Task requirements: Copy out each line of the data below in which "pump" appears.

Data records:
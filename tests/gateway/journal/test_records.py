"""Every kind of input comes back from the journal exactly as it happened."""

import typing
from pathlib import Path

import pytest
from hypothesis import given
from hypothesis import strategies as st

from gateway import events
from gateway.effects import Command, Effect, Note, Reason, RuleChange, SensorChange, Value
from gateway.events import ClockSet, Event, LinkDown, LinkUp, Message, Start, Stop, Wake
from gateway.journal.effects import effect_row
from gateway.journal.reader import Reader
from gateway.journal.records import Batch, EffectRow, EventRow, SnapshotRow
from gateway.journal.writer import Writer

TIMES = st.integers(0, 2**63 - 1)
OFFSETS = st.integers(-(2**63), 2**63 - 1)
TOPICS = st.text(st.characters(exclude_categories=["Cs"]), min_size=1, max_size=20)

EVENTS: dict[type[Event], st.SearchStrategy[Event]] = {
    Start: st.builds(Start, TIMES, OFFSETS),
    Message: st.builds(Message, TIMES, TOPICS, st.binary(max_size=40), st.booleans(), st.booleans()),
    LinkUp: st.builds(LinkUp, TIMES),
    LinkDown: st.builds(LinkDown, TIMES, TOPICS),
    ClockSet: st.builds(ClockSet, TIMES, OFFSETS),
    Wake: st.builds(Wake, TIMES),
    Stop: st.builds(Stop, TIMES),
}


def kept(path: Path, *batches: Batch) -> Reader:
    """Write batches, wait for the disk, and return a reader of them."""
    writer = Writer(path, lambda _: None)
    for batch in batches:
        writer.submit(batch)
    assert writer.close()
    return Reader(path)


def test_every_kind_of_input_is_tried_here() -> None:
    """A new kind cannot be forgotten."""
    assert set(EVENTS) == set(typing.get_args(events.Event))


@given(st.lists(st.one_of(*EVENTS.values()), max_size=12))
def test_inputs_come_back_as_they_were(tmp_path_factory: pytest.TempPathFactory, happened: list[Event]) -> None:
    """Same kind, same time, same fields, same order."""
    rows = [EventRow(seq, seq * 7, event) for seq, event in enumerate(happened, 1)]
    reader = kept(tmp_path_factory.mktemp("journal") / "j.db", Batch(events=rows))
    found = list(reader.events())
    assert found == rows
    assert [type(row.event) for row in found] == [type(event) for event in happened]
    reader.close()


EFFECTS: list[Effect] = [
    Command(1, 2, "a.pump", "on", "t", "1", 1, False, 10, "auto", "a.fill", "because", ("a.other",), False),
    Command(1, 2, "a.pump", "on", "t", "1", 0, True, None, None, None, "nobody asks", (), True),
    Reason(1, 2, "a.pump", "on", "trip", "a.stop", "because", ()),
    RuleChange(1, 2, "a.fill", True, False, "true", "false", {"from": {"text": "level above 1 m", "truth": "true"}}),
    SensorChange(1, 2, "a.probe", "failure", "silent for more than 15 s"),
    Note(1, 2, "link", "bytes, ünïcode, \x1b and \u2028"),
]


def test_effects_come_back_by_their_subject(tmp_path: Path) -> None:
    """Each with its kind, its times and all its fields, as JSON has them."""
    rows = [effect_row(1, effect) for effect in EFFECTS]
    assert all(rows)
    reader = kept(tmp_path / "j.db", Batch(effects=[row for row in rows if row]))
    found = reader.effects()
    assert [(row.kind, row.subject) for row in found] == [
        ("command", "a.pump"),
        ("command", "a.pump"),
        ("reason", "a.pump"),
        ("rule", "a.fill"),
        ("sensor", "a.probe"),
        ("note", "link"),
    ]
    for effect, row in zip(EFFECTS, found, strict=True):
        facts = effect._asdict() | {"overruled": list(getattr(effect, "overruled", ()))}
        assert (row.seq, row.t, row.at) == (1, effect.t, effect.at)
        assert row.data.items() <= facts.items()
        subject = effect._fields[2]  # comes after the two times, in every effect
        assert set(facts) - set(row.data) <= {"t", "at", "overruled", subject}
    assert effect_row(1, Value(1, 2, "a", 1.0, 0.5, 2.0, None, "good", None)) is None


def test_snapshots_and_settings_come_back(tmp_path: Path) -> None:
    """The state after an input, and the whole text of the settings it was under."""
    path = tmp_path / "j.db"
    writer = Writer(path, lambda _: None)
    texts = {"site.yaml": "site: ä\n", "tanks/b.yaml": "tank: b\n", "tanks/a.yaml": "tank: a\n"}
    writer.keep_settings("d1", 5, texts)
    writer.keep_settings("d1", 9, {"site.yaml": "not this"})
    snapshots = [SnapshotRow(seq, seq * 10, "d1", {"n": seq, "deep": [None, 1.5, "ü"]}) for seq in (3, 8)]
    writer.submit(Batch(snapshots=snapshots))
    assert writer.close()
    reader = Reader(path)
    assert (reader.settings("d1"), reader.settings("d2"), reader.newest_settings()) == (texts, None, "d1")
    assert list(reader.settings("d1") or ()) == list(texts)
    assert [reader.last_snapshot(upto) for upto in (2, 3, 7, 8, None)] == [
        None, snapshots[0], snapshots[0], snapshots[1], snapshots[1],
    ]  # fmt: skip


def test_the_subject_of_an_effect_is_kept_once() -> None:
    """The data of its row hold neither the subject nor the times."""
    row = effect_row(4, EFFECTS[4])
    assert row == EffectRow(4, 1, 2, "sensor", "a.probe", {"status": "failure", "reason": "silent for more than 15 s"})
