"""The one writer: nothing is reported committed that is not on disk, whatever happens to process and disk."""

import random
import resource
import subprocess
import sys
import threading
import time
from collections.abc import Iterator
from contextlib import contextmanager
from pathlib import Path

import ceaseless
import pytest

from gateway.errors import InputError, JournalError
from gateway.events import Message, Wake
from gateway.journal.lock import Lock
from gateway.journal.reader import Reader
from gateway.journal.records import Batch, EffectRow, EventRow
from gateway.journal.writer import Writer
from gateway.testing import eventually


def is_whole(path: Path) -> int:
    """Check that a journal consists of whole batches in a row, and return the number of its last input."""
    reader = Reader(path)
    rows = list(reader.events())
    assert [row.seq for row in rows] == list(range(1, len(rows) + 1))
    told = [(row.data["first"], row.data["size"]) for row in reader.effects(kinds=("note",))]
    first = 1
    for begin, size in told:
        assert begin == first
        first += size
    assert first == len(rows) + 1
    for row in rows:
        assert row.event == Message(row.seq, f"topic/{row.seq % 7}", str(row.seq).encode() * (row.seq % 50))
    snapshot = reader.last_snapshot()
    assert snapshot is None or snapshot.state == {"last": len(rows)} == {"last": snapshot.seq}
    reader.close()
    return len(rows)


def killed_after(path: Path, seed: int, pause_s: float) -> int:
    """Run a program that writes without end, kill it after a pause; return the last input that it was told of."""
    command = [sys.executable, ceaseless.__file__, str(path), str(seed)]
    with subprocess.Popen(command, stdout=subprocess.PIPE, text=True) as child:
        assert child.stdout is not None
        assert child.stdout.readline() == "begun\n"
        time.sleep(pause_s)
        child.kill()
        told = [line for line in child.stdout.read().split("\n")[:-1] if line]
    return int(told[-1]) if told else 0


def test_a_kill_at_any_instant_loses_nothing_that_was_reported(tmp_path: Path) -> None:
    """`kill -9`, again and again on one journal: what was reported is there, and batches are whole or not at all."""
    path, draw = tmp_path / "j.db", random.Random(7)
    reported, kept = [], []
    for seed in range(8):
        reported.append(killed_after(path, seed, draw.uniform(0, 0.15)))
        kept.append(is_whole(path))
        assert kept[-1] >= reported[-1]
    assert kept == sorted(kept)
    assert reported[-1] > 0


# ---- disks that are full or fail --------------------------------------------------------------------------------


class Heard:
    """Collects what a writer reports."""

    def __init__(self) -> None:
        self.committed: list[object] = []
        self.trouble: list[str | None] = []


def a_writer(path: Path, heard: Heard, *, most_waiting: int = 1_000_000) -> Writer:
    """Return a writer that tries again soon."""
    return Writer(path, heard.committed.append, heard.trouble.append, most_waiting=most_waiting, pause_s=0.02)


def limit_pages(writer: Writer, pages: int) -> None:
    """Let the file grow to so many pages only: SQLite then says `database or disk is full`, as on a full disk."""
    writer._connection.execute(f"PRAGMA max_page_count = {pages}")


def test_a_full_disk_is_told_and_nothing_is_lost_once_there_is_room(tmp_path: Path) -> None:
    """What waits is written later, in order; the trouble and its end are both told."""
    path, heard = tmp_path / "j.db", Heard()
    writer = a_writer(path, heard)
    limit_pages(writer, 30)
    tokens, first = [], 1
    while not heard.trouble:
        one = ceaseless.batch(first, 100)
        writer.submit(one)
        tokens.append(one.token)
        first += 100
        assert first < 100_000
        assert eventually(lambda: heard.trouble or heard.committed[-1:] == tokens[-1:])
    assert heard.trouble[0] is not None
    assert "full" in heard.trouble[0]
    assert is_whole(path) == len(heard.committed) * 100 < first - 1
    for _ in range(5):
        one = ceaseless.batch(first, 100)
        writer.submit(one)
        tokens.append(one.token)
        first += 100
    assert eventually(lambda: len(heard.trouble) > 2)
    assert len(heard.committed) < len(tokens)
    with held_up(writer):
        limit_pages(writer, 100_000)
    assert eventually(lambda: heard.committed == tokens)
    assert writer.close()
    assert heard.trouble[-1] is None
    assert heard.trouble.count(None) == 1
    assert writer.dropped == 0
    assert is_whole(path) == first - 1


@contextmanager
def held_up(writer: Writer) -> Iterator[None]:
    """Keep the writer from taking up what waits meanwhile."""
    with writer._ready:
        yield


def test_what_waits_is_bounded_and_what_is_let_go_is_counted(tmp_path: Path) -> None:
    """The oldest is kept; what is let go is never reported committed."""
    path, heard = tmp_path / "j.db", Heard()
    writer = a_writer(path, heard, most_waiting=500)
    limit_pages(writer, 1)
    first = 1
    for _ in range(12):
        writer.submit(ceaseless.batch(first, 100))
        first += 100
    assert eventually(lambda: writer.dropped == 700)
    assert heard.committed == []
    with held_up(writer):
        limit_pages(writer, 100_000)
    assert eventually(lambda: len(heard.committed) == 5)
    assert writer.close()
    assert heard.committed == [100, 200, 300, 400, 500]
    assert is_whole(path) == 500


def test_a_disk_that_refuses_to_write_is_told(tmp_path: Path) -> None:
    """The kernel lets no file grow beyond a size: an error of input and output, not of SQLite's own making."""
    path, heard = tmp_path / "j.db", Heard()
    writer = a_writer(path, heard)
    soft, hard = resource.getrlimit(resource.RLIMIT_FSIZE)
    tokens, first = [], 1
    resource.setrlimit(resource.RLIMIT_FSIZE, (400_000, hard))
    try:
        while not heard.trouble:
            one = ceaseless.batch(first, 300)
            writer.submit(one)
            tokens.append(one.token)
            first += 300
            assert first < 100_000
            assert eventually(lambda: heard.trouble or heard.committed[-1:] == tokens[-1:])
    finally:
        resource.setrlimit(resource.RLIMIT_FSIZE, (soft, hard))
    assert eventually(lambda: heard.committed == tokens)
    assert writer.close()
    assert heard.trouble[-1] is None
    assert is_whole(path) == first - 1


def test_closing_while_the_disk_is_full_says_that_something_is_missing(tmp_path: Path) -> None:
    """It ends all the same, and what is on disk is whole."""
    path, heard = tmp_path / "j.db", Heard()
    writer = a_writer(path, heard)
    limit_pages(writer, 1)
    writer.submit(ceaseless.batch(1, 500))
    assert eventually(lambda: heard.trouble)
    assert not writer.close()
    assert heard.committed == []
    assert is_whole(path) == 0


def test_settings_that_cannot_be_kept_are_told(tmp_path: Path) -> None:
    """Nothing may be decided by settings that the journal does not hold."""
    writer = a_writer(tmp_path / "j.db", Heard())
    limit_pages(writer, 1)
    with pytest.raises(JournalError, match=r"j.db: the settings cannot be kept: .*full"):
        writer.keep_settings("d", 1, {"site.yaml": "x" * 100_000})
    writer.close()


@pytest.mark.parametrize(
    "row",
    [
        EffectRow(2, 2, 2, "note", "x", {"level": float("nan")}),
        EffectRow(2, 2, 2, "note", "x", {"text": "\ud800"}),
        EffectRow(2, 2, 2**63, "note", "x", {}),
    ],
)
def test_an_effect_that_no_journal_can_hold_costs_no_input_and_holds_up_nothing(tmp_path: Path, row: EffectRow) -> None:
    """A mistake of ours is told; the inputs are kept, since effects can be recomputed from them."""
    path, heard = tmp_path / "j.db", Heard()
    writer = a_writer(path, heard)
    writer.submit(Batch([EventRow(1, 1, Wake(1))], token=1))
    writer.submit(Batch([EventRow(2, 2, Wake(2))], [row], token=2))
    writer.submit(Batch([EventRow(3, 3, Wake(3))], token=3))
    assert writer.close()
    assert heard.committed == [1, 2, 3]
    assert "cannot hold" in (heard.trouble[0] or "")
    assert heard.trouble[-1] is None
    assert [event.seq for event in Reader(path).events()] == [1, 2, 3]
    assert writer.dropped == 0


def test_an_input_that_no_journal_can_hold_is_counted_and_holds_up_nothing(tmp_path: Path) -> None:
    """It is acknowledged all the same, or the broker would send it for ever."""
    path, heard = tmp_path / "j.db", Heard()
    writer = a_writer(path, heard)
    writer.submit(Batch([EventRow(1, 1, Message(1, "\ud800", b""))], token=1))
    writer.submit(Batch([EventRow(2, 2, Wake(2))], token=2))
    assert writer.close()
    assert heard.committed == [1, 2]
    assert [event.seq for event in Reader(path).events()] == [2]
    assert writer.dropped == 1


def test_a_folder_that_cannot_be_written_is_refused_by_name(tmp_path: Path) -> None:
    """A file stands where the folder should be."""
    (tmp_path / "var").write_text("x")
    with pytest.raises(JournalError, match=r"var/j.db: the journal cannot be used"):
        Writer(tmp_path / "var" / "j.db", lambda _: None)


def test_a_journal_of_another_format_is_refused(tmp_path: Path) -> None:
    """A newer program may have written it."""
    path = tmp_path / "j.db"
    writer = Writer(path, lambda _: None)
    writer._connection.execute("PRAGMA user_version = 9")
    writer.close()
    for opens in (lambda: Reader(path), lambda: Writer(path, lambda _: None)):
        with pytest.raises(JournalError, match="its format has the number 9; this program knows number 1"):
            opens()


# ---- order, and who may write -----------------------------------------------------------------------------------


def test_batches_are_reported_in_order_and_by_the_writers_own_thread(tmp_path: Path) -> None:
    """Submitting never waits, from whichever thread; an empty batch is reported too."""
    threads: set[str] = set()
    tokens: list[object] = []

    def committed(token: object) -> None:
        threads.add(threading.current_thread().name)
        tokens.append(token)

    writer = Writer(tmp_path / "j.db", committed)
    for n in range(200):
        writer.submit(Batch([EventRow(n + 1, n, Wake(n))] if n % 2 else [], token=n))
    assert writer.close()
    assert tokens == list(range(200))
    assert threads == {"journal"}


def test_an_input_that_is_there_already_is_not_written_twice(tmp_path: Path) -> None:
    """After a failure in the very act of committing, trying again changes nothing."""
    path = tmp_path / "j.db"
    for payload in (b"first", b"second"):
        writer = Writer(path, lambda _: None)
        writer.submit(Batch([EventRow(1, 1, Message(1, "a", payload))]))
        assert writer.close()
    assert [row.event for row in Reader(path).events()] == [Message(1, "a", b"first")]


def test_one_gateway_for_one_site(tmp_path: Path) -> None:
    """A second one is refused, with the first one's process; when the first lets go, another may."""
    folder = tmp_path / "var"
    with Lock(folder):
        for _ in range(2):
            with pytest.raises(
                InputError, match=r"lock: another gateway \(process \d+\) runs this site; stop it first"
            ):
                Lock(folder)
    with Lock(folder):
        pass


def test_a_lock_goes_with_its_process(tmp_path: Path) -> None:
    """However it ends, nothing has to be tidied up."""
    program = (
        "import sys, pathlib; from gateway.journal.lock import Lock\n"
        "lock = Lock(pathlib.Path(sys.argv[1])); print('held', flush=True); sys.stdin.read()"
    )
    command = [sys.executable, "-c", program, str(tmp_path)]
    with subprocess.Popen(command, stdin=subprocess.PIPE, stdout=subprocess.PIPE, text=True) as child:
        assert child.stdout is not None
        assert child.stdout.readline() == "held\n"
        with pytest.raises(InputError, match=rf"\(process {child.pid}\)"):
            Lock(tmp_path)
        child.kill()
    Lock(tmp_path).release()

...

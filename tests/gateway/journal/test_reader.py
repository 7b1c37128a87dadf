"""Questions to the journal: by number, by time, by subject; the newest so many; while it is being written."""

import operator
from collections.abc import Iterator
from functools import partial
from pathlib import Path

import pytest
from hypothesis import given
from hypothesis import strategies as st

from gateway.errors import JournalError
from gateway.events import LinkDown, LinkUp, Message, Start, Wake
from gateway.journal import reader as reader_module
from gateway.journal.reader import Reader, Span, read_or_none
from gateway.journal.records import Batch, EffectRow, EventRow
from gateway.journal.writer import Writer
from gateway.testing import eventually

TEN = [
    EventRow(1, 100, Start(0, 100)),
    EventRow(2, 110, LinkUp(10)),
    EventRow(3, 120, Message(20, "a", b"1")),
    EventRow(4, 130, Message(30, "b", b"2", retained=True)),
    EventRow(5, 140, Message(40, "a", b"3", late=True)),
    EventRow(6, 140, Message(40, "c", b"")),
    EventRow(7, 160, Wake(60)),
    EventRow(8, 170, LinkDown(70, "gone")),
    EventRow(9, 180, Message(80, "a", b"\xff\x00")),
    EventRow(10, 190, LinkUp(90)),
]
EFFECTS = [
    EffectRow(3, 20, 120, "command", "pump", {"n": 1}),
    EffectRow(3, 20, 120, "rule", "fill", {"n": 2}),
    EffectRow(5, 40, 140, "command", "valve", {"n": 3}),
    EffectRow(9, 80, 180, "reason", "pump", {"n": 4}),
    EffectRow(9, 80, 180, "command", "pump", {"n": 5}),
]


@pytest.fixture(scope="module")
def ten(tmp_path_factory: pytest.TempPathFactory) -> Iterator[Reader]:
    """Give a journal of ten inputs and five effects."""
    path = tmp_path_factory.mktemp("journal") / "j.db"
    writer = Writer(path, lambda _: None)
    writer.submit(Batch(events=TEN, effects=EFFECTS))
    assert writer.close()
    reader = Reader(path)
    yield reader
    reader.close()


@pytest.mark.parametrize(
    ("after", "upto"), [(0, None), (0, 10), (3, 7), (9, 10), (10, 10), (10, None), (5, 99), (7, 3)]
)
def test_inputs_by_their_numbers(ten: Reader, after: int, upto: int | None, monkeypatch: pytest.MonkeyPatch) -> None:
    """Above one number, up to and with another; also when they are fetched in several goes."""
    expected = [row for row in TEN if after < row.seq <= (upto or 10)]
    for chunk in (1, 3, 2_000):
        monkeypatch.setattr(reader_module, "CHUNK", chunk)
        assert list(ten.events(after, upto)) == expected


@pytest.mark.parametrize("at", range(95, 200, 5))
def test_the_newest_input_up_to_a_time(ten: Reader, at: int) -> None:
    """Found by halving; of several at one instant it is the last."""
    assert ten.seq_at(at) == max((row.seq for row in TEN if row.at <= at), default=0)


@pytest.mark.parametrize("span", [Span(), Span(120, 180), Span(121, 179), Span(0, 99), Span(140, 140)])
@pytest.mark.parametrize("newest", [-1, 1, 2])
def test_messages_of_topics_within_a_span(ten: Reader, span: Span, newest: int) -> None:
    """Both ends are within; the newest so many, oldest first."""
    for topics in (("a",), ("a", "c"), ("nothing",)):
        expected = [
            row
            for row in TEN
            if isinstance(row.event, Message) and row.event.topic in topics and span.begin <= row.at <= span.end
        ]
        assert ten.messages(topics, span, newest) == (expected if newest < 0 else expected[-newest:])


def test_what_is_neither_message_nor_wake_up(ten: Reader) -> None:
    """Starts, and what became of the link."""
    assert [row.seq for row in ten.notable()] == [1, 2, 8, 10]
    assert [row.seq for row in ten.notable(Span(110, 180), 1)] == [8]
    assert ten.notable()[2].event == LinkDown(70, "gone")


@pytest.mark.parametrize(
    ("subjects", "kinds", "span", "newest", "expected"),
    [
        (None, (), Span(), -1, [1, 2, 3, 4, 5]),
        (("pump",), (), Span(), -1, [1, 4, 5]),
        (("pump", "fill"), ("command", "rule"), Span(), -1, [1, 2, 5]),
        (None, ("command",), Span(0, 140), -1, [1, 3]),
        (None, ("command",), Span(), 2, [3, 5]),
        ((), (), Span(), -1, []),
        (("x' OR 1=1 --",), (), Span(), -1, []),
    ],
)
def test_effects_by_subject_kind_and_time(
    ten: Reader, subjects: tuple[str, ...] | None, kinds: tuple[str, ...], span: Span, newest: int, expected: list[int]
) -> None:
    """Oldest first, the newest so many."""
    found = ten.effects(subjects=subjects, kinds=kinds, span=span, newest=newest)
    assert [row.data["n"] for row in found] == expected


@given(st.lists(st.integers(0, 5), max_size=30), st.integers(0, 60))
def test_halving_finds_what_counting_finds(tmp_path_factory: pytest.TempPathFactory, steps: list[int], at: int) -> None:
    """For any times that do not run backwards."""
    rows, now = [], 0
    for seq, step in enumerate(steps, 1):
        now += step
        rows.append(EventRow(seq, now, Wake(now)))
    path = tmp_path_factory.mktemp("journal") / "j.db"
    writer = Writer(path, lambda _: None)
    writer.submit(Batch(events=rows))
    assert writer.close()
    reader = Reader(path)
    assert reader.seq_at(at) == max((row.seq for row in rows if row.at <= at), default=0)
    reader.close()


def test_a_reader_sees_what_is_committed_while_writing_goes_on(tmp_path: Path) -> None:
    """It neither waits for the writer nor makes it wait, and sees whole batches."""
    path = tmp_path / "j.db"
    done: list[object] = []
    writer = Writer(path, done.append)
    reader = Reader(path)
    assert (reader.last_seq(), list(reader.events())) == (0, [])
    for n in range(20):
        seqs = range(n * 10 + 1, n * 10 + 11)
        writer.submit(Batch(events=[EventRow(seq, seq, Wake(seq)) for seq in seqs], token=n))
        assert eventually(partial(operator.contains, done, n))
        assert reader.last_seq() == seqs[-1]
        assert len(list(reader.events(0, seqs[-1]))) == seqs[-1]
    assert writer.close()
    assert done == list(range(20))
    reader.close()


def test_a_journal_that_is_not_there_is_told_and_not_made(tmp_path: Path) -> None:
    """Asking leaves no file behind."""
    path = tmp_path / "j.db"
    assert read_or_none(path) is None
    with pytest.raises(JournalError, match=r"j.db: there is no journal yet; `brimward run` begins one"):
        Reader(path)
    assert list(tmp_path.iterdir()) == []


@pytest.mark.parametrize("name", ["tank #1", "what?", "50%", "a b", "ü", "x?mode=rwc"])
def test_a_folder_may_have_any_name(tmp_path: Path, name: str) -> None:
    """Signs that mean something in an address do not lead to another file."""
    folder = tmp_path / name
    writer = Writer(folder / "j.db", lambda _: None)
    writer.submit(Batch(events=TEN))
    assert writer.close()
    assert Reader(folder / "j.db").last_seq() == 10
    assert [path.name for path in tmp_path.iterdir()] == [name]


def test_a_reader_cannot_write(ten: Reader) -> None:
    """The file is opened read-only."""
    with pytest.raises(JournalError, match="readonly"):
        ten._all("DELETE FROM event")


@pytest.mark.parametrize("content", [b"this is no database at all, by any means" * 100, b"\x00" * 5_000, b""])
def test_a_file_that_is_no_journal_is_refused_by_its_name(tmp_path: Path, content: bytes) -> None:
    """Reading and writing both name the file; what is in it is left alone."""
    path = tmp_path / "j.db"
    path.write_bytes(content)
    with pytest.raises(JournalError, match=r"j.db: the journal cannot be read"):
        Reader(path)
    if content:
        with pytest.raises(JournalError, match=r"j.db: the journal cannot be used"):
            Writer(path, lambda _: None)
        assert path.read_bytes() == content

Reply to the task:
    Command(1, 2, "a.pump", "on", "t", "1", 1, False, 10, "auto", "a.fill", "because", ("a.other",), False),
    Command(1, 2, "a.pump", "on", "t", "1", 0, True, None, None, None, "nobody asks", (), True),
    Reason(1, 2, "a.pump", "on", "trip", "a.stop", "because", ()),
        ("command", "a.pump"),
        ("command", "a.pump"),
        ("reason", "a.pump"),
    EffectRow(3, 20, 120, "command", "pump", {"n": 1}),
    EffectRow(9, 80, 180, "reason", "pump", {"n": 4}),
    EffectRow(9, 80, 180, "command", "pump", {"n": 5}),
        (("pump",), (), Span(), -1, [1, 4, 5]),
        (("pump", "fill"), ("command", "rule"), Span(), -1, [1, 2, 5]),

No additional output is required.